Aboriginal people left the mission during the war but were encouraged to return after fears of invasion faded. The mission was moved to its present location in 1969. Today, most Kuuku Ya'u people live at the Lockhart community along with others from different clans. They now manage their own lives and maintain a strong cultural association with their traditional country. Kuuku Ya'u people continue their traditional hunting, gathering and fishing practices along the coast. As in the past, children learn from their parents and grandparents about the creation of all things, how to spear fish and stingrays, where to collect mussels and find other food, and their relationship with sea country. Cultural knowledge is also passed on to younger generations through art, songs, dances and stories.

European history

European explorers arrived in Kuuku Ya'u country as early as 1789, the first being Captain William Bligh after the mutiny on the Bounty Bligh and 18 loyal crew, victims of the mutiny on theBounty,sailed in an open boat across the Pacific Ocean. They landed on a small offshore island, which he named Restoration Island. He also named Pudding Pan Hill and The Paps on the mainland. This ragged band of men then sailed on to Timor to alert authorities and the Pandora was sent in search of the mutineers.

This was later followed by the disastrous Cape York land expedition, led by Edmund Kennedy, in 1848. On his attempt to travel overland from Rockingham Bay to Cape York, Edmund Kennedy left a small party of men in Weymouth Bay, just south of the Pascoe River mouth. Kennedy and four others pushed north, all but a young Aboriginal man, Jacky Jacky, perishing along the way. Of the men left in Weymouth Bay, only two survived.

Exploration of both land and sea resources then commenced with the establishment of beche-de-mer, pearl and sandalwood industries, as well as tin and gold mining in the mid-1900s.

Mining ceased during World War II and the area became a staging post for at least 50,000 American and Australian troops. In 1942, a large airbase was constructed as a launching pad for American aerial bombing raids in the Pacific and the road from the Lockhart River airstrip to Portland Roads jetty (now removed) was sealed.

When the American 90th Bomb Group, known as the Jolly Rogers, arrived at Iron Range, they found two airstrips, named Claudie and Gordon, unfinished and unsealed. They described it as the worst airfield they were ever posted at during the war.American Coast Artillery Regiments were deployed around the airstrips.
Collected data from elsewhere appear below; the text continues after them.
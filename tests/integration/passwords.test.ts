import { afterAll, beforeAll, describe, expect, it } from 'vitest'
import { MailMessage, User } from '../../server/db/models'
import { closeTestDatabase, testDatabase } from '../support/database'
import { linkToken, mailsTo, uniqueEmail, waitForMail } from '../support/outbox'
import { type Client, demoUser, freshClient } from '../support/server'
import { GOOD_PASSWORD, newPerson } from '../support/team'

let admin: Client

beforeAll(async () => {
  testDatabase()
  admin = freshClient()
  await admin.signIn(demoUser('admin').email)
})
afterAll(closeTestDatabase)

describe('forgot password', () => {
  it('answers the same whether or not the address has an account, and mails only a real account', async () => {
    const person = await newPerson(admin, 'enumerator')
    const unknown = uniqueEmail('nobody')
    const known = await freshClient().post('/api/auth/forgot', { email: person.email })
    const missing = await freshClient().post('/api/auth/forgot', { email: unknown })
    expect(known.status).toBe(200)
    expect(missing.status).toBe(known.status)
    expect(missing.body).toEqual(known.body)
    const mail = await waitForMail(person.email, 2)
    expect(mail.subject).toBe('Reset your Furrowcast password')
    expect(linkToken(mail, 'reset').token).toMatch(/^\d+\.[\w-]{43}$/)
    expect(await MailMessage.count({ where: { toAddress: unknown } })).toBe(0)
    expect(await mailsTo(unknown)).toHaveLength(0)
  })

  it('sends at most three reset messages per address in the window, still answering the same', async () => {
    const person = await newPerson(admin, 'funder')
    const answers = []
    for (let i = 0; i < 5; i++) answers.push(await freshClient().post('/api/auth/forgot', { email: person.email }))
    expect(new Set(answers.map(a => `${a.status} ${JSON.stringify(a.body)}`)).size).toBe(1)
    expect(await MailMessage.count({ where: { userId: person.userId, kind: 'reset' } })).toBe(3)
  })

  it('limits one address to ten requests in the window', async () => {
    const client = freshClient()
    for (let i = 0; i < 10; i++) expect((await client.post('/api/auth/forgot', { email: uniqueEmail('spray') })).status).toBe(200)
    const blocked = await client.post('/api/auth/forgot', { email: uniqueEmail('spray') })
    expect(blocked.status).toBe(429)
    expect(blocked.headers.get('retry-after')).toBeTruthy()
  })

  it.each([[undefined], [{}], [{ email: 'not an address' }], [{ email: 7 }]])('answers 400 to %j', async (body) => {
    const answer = await freshClient().post('/api/auth/forgot', body)
    expect(answer.status).toBe(400)
    expect(typeof answer.body.message).toBe('string')
    expect(answer.body.message.length).toBeGreaterThan(5)
  })
})

describe('resetting by link', () => {
  it('sets the new password, ends every existing session, and uses up the link', async () => {
    const person = await newPerson(admin, 'coordinator')
    const otherDevice = freshClient()
    await otherDevice.signIn(person.email, person.password)
    expect((await person.client.get('/api/me')).status).toBe(200)

    await freshClient().post('/api/auth/forgot', { email: person.email })
    const { token } = linkToken(await waitForMail(person.email, 2), 'reset')
    expect((await freshClient().post('/api/auth/link', { token, purpose: 'reset' })).body).toMatchObject({ email: person.email })
    const reset = await freshClient().post('/api/auth/password', { token, purpose: 'reset', password: 'harvest-moon-over-ombara' })
    expect(reset.status).toBe(200)

    for (const client of [person.client, otherDevice]) {
      const next = await client.get('/api/me')
      expect(next.status).toBe(401)
      expect(next.body.message).toBe('Your password was changed, so this session has ended. Sign in again.')
    }
    expect((await freshClient().post('/api/auth/signin', { email: person.email, password: person.password })).status).toBe(401)
    await freshClient().signIn(person.email, 'harvest-moon-over-ombara')
    const again = await freshClient().post('/api/auth/password', { token, purpose: 'reset', password: 'yet-another-passphrase' })
    expect(again.status).toBe(410)
    expect(again.body.message).toMatch(/already been used/)
  })

  it('refuses an invitation link on the reset route and a reset link for a deactivated person', async () => {
    const person = await newPerson(admin, 'enumerator')
    await freshClient().post('/api/auth/forgot', { email: person.email })
    const { token } = linkToken(await waitForMail(person.email, 2), 'reset')
    expect((await freshClient().post('/api/auth/link', { token, purpose: 'invitation' })).status).toBe(400)
    await User.update({ active: false }, { where: { id: person.userId } })
    const answer = await freshClient().post('/api/auth/password', { token, purpose: 'reset', password: GOOD_PASSWORD })
    expect(answer.status).toBe(403)
  })
})

describe('changing one\'s own password', () => {
  it('keeps this session, ends the others, and refuses a wrong current password or a common new one', async () => {
    const person = await newPerson(admin, 'funder')
    const other = freshClient()
    await other.signIn(person.email, person.password)

    const wrong = await person.client.post('/api/me/password', { currentPassword: 'not it at all', newPassword: 'green-shoots-in-june' })
    expect(wrong.status).toBe(400)
    expect(wrong.body.message).toBe('That is not your current password.')
    const common = await person.client.post('/api/me/password', { currentPassword: person.password, newPassword: 'baseball123456' })
    expect(common.status).toBe(400)
    expect(common.body.message).toMatch(/most common/)
    const short = await person.client.post('/api/me/password', { currentPassword: person.password, newPassword: 'abc' })
    expect(short.status).toBe(400)
    expect(short.body.message).toMatch(/newPassword: Use at least 10 characters/)
    expect((await other.get('/api/me')).status).toBe(200)

    const changed = await person.client.post('/api/me/password', { currentPassword: person.password, newPassword: 'green-shoots-in-june' })
    expect(changed.status).toBe(200)
    expect((await person.client.get('/api/me')).status).toBe(200)
    expect((await other.get('/api/me')).status).toBe(401)
    await freshClient().signIn(person.email, 'green-shoots-in-june')
  })
})
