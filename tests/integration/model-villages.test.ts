import { afterAll, beforeAll, describe, expect, it } from 'vitest'
import type { ModelRunDetail, ModelRunSummary } from '../../shared/types/models'
import type { PublishPreview } from '../../shared/types/overview'
import type { ScenarioResult } from '../../shared/utils/stats'
import { rectangular } from '../support/csv'
import { closeTestDatabase, testDatabase } from '../support/database'
import { type Client, demoUser, freshClient } from '../support/server'

// The village treatment chosen in the builder, through the real routes, worker and MariaDB (demo round: 24 villages).
let coordinator: Client
let roundId: number
const covariates = [{ key: 'dealer_distance_km' }, { key: 'extension_contact' }]

beforeAll(async () => {
  testDatabase()
  coordinator = freshClient()
  await coordinator.signIn(demoUser('coordinator').email)
  const rounds = await coordinator.get<Array<{ id: number }>>('/api/rounds')
  roundId = Math.min(...rounds.body.map(r => r.id))
})
afterAll(closeTestDatabase)

async function fitAndWait(body: unknown): Promise<ModelRunDetail> {
  const started = await coordinator.post<ModelRunSummary>('/api/models', body)
  expect(started.status, JSON.stringify(started.body)).toBe(202)
  let run: ModelRunDetail | null = null
  for (let i = 0; i < 240 && (!run || run.status === 'running'); i++) {
    if (run) await new Promise(resolve => setTimeout(resolve, 250))
    run = (await coordinator.get<ModelRunDetail>(`/api/models/${started.body.id}`)).body
  }
  expect(run!.status, JSON.stringify(run!.error)).toBe('done')
  return run!
}

async function csvOf(id: number, table: string): Promise<string[][]> {
  const answer = await coordinator.request('GET', `/api/models/${id}/export?format=csv&table=${table}`)
  expect(answer.status).toBe(200)
  return rectangular(String(answer.body))
}

describe('villages in the model', () => {
  it('the preview counts the villages so the builder can warn about too few', async () => {
    const preview = await coordinator.post<{ villages: number }>('/api/models/preview', { roundId, covariates, villages: 'random-intercept' })
    expect(preview.status).toBe(200)
    expect(preview.body.villages).toBe(24)
  })

  it('fits a village random intercept and stores σ, ρ, the LR test and one prediction per village', async () => {
    const started = await coordinator.post<ModelRunSummary>('/api/models', { roundId, covariates, villages: 'random-intercept' })
    expect(started.status).toBe(202)
    let run: ModelRunDetail | null = null
    for (let i = 0; i < 240 && (!run || run.status === 'running'); i++) {
      if (run) await new Promise(resolve => setTimeout(resolve, 250))
      run = (await coordinator.get<ModelRunDetail>(`/api/models/${started.body.id}`)).body
    }
    expect(run!.status, JSON.stringify(run!.error)).toBe('done')
    const r = run!.results!
    expect(r.villageTreatment).toBe('random-intercept')
    expect(r.randomIntercept!.sigma.estimate).toBeGreaterThan(0)
    expect(r.randomIntercept!.rho.estimate).toBeCloseTo(r.randomIntercept!.sigma.estimate ** 2 / (r.randomIntercept!.sigma.estimate ** 2 + 1), 12)
    expect(r.villages).toHaveLength(24)
    expect(r.randomIntercept!.villageEffects).toHaveLength(24)
  })

  it('refuses a sampling plan without weights and a village random intercept with another link, with the field named', async () => {
    const survey = await coordinator.post<{ data?: { fieldErrors?: Record<string, string> } }>('/api/models', { roundId, covariates, villages: 'survey' })
    expect(survey.status).toBe(400)
    expect(JSON.stringify(survey.body)).toContain('weights')
    const ri = await coordinator.post('/api/models', { roundId, covariates, villages: 'random-intercept', link: 'cloglog' })
    expect(ri.status).toBe(400)
    expect(JSON.stringify(ri.body)).toContain('probit or logit')
  })

  it('a weighted sampling plan with both checks: the design-adjusted test replaces Hosmer–Lemeshow, and all of it is exported', async () => {
    const run = await fitAndWait({
      roundId, covariates, villages: 'survey', weights: 'household_size',
      checks: { linkTest: true, hetero: ['dealer_distance_km'] }
    })
    const r = run.results!
    expect(r.hosmerLemeshow).toBeNull()
    expect(r.designGof!.groups).toHaveLength(10)
    expect(r.designGof!.designDf).toBe(23)
    expect(r.designGof!.denDf).toBe(15)
    expect(r.checks!.linkTest!.reading).toMatch(/squared index/)
    expect(r.checks!.hetero!.reading).toMatch(/Distance to the nearest input dealer/)
    expect(r.warnings.map(w => w.code)).toContain('few_psus')
    const fit = await csvOf(run.id, 'fit')
    const measure = (name: string) => fit.find(row => row[0] === name)
    expect(Number(measure('weighted_predicted_against_observed_p')![1])).toBeCloseTo(r.designGof!.p!, 10)
    expect(measure('weighted_predicted_against_observed_p')![2]).toBe(r.designGof!.reading)
    expect(Number(measure('link_test_p')![1])).toBeCloseTo(r.checks!.linkTest!.indexSquared.p!, 10)
    expect(Number(measure('uneven_spread_p')![1])).toBeCloseTo(r.checks!.hetero!.lrTest.p, 10)
    expect(Number(measure('design_degrees_of_freedom')![1])).toBe(23)
    expect(measure('warning_few_psus')![2]).toMatch(/^Few sampled villages: only 24 sampled villages/)
  })

  it('refuses the spread test with another link or a characteristic outside the model', async () => {
    const logit = await coordinator.post('/api/models', { roundId, covariates, link: 'logit', checks: { hetero: ['dealer_distance_km'] } })
    expect(logit.status).toBe(400)
    expect(JSON.stringify(logit.body)).toContain('probit only')
    const outside = await coordinator.post('/api/models', { roundId, covariates, checks: { hetero: ['farm_size_ha'] } })
    expect(outside.status).toBe(400)
    expect(JSON.stringify(outside.body)).toContain('in the model')
  })

  it('scenarios of the village random intercept: from each village\'s predicted level, exported and offered to funders', async () => {
    const run = await fitAndWait({ roundId, covariates, villages: 'random-intercept' })
    const answer = await coordinator.post<ScenarioResult[]>(`/api/models/${run.id}/scenarios`, {
      scenarios: [{ name: 'extension for all', covariate: 'extension_contact', set: true }]
    })
    expect(answer.status).toBe(200)
    const sc = answer.body[0]!
    expect(sc.overall.estimate).toBeGreaterThan(0)
    expect(sc.overall.baseline).toBeCloseTo(run.results!.overall.estimate, 12)
    expect(sc.villages).toHaveLength(24)
    for (const v of sc.villages) expect(v.baseline).toBeCloseTo(run.results!.villages!.find(x => x.village === v.village)!.estimate, 12)
    const table = await csvOf(run.id, 'scenarios')
    expect(table[0]!.slice(0, 3)).toEqual(['scenario', 'what_changes', 'village_code'])
    expect(table).toHaveLength(1 + 25)
    expect(table[1]![10]).toBe('averaged over how villages differ')
    expect(table[2]![10]).toBe('from the village\'s own predicted level')
    const preview = await coordinator.post<PublishPreview>(`/api/models/${run.id}/publish-preview`, { scenarioNames: ['extension for all'] })
    expect(preview.status).toBe(200)
    expect(preview.body.scenarios).toEqual(['extension for all'])
    const shown = preview.body.villages.filter(v => !v.suppressed)
    expect(shown.length).toBeGreaterThan(0)
    for (const v of shown) expect(v.scenarios['extension for all']).toBeCloseTo(sc.villages.find(x => x.village === v.code)!.scenario, 12)
  })
})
W. Rollins, of the 197th Coast Artillery (AA) Regiment, described the conditions in his diary:

The strips were a disaster. Muddy and flooded most of the time. I witnessed planes land without landing gear down, motors that didn't run, sometimes in a foot of water.

They manned anti-aircraft gun positions in the area until mid-1943.

Japanese planes have been sighted near the jetty but never an air raid. We experience at least two alerts every day—it seems the Japanese keep watch over this area.

W. Rollins. Difficult conditions were made worse during the monsoonal rains and possibly contributed to some of the several military aircraft crashes in the area. One of the worst disasters took place on 16 November 1942, when B-24 Liberators of the 90th Bomb Group took off on their first bombing raid of Rabaul. Dust that was blown up during take-off obscured the dim airfield lights, causing the eleventh aircraft in line to veer off the runway and crash into three stationary aircraft, killing 11 men.

Today, small patches of bitumen and remains of old bridges, bunkers, gun emplacements, defensive pits, machinery parts, concrete footings and fuel drum dumps can still be seen in the area. These are slowly being obscured by rainforest. A memorial has been erected at the Iron Range Airport in recognition of the lives lost during the war.